'Amazing' tops '12 list of banished expressions

Michigan college names annual targets

12/31/2011
ASSOCIATED PRESS

DETROIT -- Before passing comment on someone's "baby bump," take a pregnant pause.

Likewise, give up promoting "shared sacrifice."

And if you're tempted to proclaim your desire to "win the future," you've lost it here in the present.

Michigan's Lake Superior State University is featuring those phrases in its annual List of Words Banished from the Queen's English for Misuse, Overuse, and General Uselessness.

The 2012 list, released Friday, was compiled by the university from nominations submitted from across the globe.

"Amazing" received more than 1,500 nominations, the most of any on this year's list.

What else do the syntactical Scrooges want to cast out with the good cheer in the new year?

The list also includes "occupy," "ginormous," "man cave," and "the new normal."

In all, a dozen words or phrases made the 37th end-of-the year list.

The list started as a publicity ploy by the school's public relations department on New Year's Day 1976 and has since generated tens of thousands of nominations.

Disdain for the superlative was apparently universal among English speakers, garnering disparaging dispatches from across the United States and even the United Kingdom and Israel.

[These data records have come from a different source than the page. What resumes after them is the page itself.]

/**
 * Renderings of a sweep for `eigenspan sweep`: a readable table (one line a point, then the located
 * changes and the design window) and CSV (one row a point). The JSON is `expand --json`'s object,
 * whose `sweep` field holds the sweep (render.ts). Numbers go through the one formatter.
 */
import { energyUnitDescription } from '../shared/energyUnit';
import type { AnalysisResult } from '../analysis/types';
import type { SweepResult } from '../analysis/sweep/index';
import { formatNumber as num } from '../shared/numbers';
import { diagnosticLines } from './render';

/** Populations shown per point in the table (the CSV has every level a point reports). */
const TABLE_LEVELS = 3;

function withUnit(v: number, unit: string | null): string {
  return unit === null ? num(v, 9) : `${num(v, 9)} ${unit}`;
}

/** The lowest `count` level labels any valid point reports (a finite well's count grows along a sweep). */
function labels(s: SweepResult, count: number): number[] {
  const all = new Set<number>();
  for (const p of s.points) if (p?.valid) for (const l of p.levels) all.add(l.n);
  return [...all].sort((a, b) => a - b).slice(0, count);
}

function head(s: SweepResult): string[] {
  const lines = s.axes.map((a) => `sweep of ${a.name}${a.unit ? ` [${a.unit}]` : ''}: ${num(a.from, 9)} to ${num(a.to, 9)} in ${a.steps} steps (${a.spacing === 'log' ? 'logarithmic' : 'linear'})`);
  lines.push(`${s.finished} of ${s.total} points${s.stopped ? ` (stopped: ${s.stopped === 'time' ? 'time limit' : 'cancelled'})` : ''}; ${s.systemFixed ? "the system does not depend on the swept values: its eigenbasis was solved once" : 'the system changes between points'}; ${s.probes} refinement probes`);
  return lines;
}

/** `eigenspan sweep` (the default): the points, the located changes, the design window and the findings. */
export function renderSweepTable(result: AnalysisResult, text: string, file: string): string {
  const s = result.sweep!;
  const eu = result.units.energy ? ` [${result.units.energy}]` : '';
  const ns = labels(s, TABLE_LEVELS);
  const cols = [...s.axes.map((a) => a.name), 'bound', 'captured', `mean${eu}`, `spread${eu}`, ...ns.map((n) => `P(${n})`), ...s.expects.map((x) => `line ${x.line}`)];
  const rows: string[][] = [];
  for (const p of s.points) {
    if (!p) continue;
    const pop = ns.map((n) => {
      const l = p.levels.find((x) => x.n === n);
      return l ? num(l.weight, 6) : '—';
    });
    const verdicts = p.expects.map((ok) => (ok ? 'holds' : 'FAILS'));
    const at = p.at.map((v) => num(v, 9));
    if (!p.valid) rows.push([...at, `invalid: ${p.problem ?? ''}`]);
    else rows.push([...at, p.bound === null ? '—' : String(p.bound), num(p.captured, 8), num(p.mean, 8), num(p.spread, 8), ...pop, ...verdicts]);
  }
  const width = cols.map((c, k) => Math.max(c.length, ...rows.map((r) => (k < r.length && !(r[k]!.startsWith('invalid')) ? r[k]!.length : 0))));
  const fmtRow = (r: string[]): string => '  ' + r.map((c, k) => (c.startsWith('invalid') ? c : c.padStart(width[k] ?? 0))).join('  ');
  const lines = [`== ${file}`, ...head(s), fmtRow(cols), ...rows.map(fmtRow)];
  lines.push(...locatedLines(s), ...windowLines(s));
  lines.push(...diagnosticLines(file, text, result.diagnostics));
  return lines.join('\n') + '\n';
}

/** ` (other = value)`: in a map, the value of the axis held fixed (`other`, default the second). */
function rowText(s: SweepResult, row: number | null, other = 1): string {
  return row === null ? '' : ` (${s.axes[other]!.name} = ${withUnit(row, s.axes[other]!.unit)})`;
}

/** `eigenspan demo`: the sweep in a few lines (its axes, the points finished, the located changes and the design window). */
export function renderSweepSummary(s: SweepResult): string {
  return [...head(s), ...locatedLines(s, SUMMARY_LINES), ...windowLines(s, SUMMARY_LINES)].join('\n') + '\n';
}

/** Located places and windows listed by the demo's summary at most. */
const SUMMARY_LINES = 6;

/** `  ... and N more` when `all` is longer than `max`. */
function more(all: number, max: number): string[] {
  return all > max ? [`  ... and ${all - max} more`] : [];
}

function locatedLines(s: SweepResult, max = Infinity): string[] {
  if (s.located.length === 0) return ['located between points: nothing (no bound level appears and no expect line flips)'];
  const out = ['located between points:'];
  for (const l of s.located.slice(0, max)) {
    const a = s.axes[l.axis]!;
    const where = `${a.name} = ${withUnit(l.at, a.unit)} (between ${num(l.bracket[0], 15)} and ${num(l.bracket[1], 15)})${rowText(s, l.row, 1 - l.axis)}`;
    if (l.kind === 'bound') out.push(`  bound levels ${l.before} -> ${l.after} at ${where}`);
    else {
      const x = s.expects[l.expect!]!;
      out.push(`  line ${x.line} (${x.text}) ${l.after === 1 ? 'starts' : 'stops'} holding at ${where}`);
    }
  }
  return [...out, ...more(s.located.length, max)];
}

function windowLines(s: SweepResult, max = Infinity): string[] {
  if (s.expects.length === 0) return ['design window: no expect lines to judge'];
  const part = s.stopped === null ? '' : ', over the points that finished';
  if (s.windows.length === 0) return [`design window: empty (no swept value satisfies every expect line${part})`];
  const a = s.axes[0]!;
  return [
    `design window (every expect line holds${part}):`,
    ...s.windows.slice(0, max).map((w) => `  ${a.name} from ${withUnit(w.from, a.unit)}${w.fromEdge ? " (the sweep's end)" : ''} to ${withUnit(w.to, a.unit)}${w.toEdge ? " (the sweep's end)" : ''}${rowText(s, w.row)}`),
    ...more(s.windows.length, max),
  ];
}

/**
 * `eigenspan sweep --csv`: a comment line naming the units (dropped with `bare`), a header, and one row
 * a point: the swept values (a name equal to another column's as `let:NAME`), `valid`, `bound`, `captured`, `continuum`, `mean`, `spread`, then `P<n>` and
 * `E<n>` for each level the points report, then `expect<line>` as 1 (holds) or 0; empty cells for
 * numbers a point has not. Points the budget did not reach are left out.
 */
export function renderSweepCsv(result: AnalysisResult, bare = false): string {
  const s = result.sweep!;
  const ns = labels(s, 10);
  const fixed = ['valid', 'bound', 'captured', 'continuum', 'mean', 'spread', ...ns.map((n) => `P${n}`), ...ns.map((n) => `E${n}`), ...s.expects.map((x) => `expect${x.line}`)];
  // A swept name that equals another column's name is written let:NAME, so every header is unique.
  const header = [...s.axes.map((a) => (fixed.includes(a.name) ? `let:${a.name}` : a.name)), ...fixed];
  const units = [...s.axes.map((a) => `${a.name} in ${a.unit ?? 'natural units'}`), `energy in ${energyUnitDescription(result.units)}`].join('; ');
  const rows = bare ? [header.join(',')] : [`# ${units}`, header.join(',')];
  const cell = (v: number | null | undefined): string => (v === null || v === undefined || !Number.isFinite(v) ? '' : String(v));
  for (const p of s.points) {
    if (!p) continue;
    const by = new Map(p.levels.map((l) => [l.n, l]));
    rows.push(
      [
        ...p.at.map(cell),
        p.valid ? '1' : '0',
        cell(p.bound),
        cell(p.captured),
        cell(p.continuum),
        cell(p.mean),
        cell(p.spread),
        ...ns.map((n) => cell(by.get(n)?.weight)),
        ...ns.map((n) => cell(by.get(n)?.energy)),
        ...p.expects.map((ok) => (ok ? '1' : '0')),
      ].join(','),
    );
  }
  return rows.join('\n') + '\n';
}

While it lacked a single pop-culture culprit, such as the proliferating protest movement that occupied the word "occupy" or the collective ooh-ing and aah-ing that accompanied Beyonce's "baby bump," nominations to banish "amazing" cite its overuse on reality television and by daytime talk show hosts.

Social media also spurred the call to surrender the word's conversational credentials, notably through a Facebook page called "Overuse of the Word Amazing."

University spokesman John Shibley said he and his colleagues were surprised that "amazing" hadn't already graced the archive of about 900 banished words.

Lake Superior State University, located in Sault St. Marie -- the last stop before Michigan's northernmost border-crossing with Canada -- has seen its list survive despite many banished words stubbornly clinging to the language.

For evidence, look no further than last year's "fail," "viral," and "aha moment."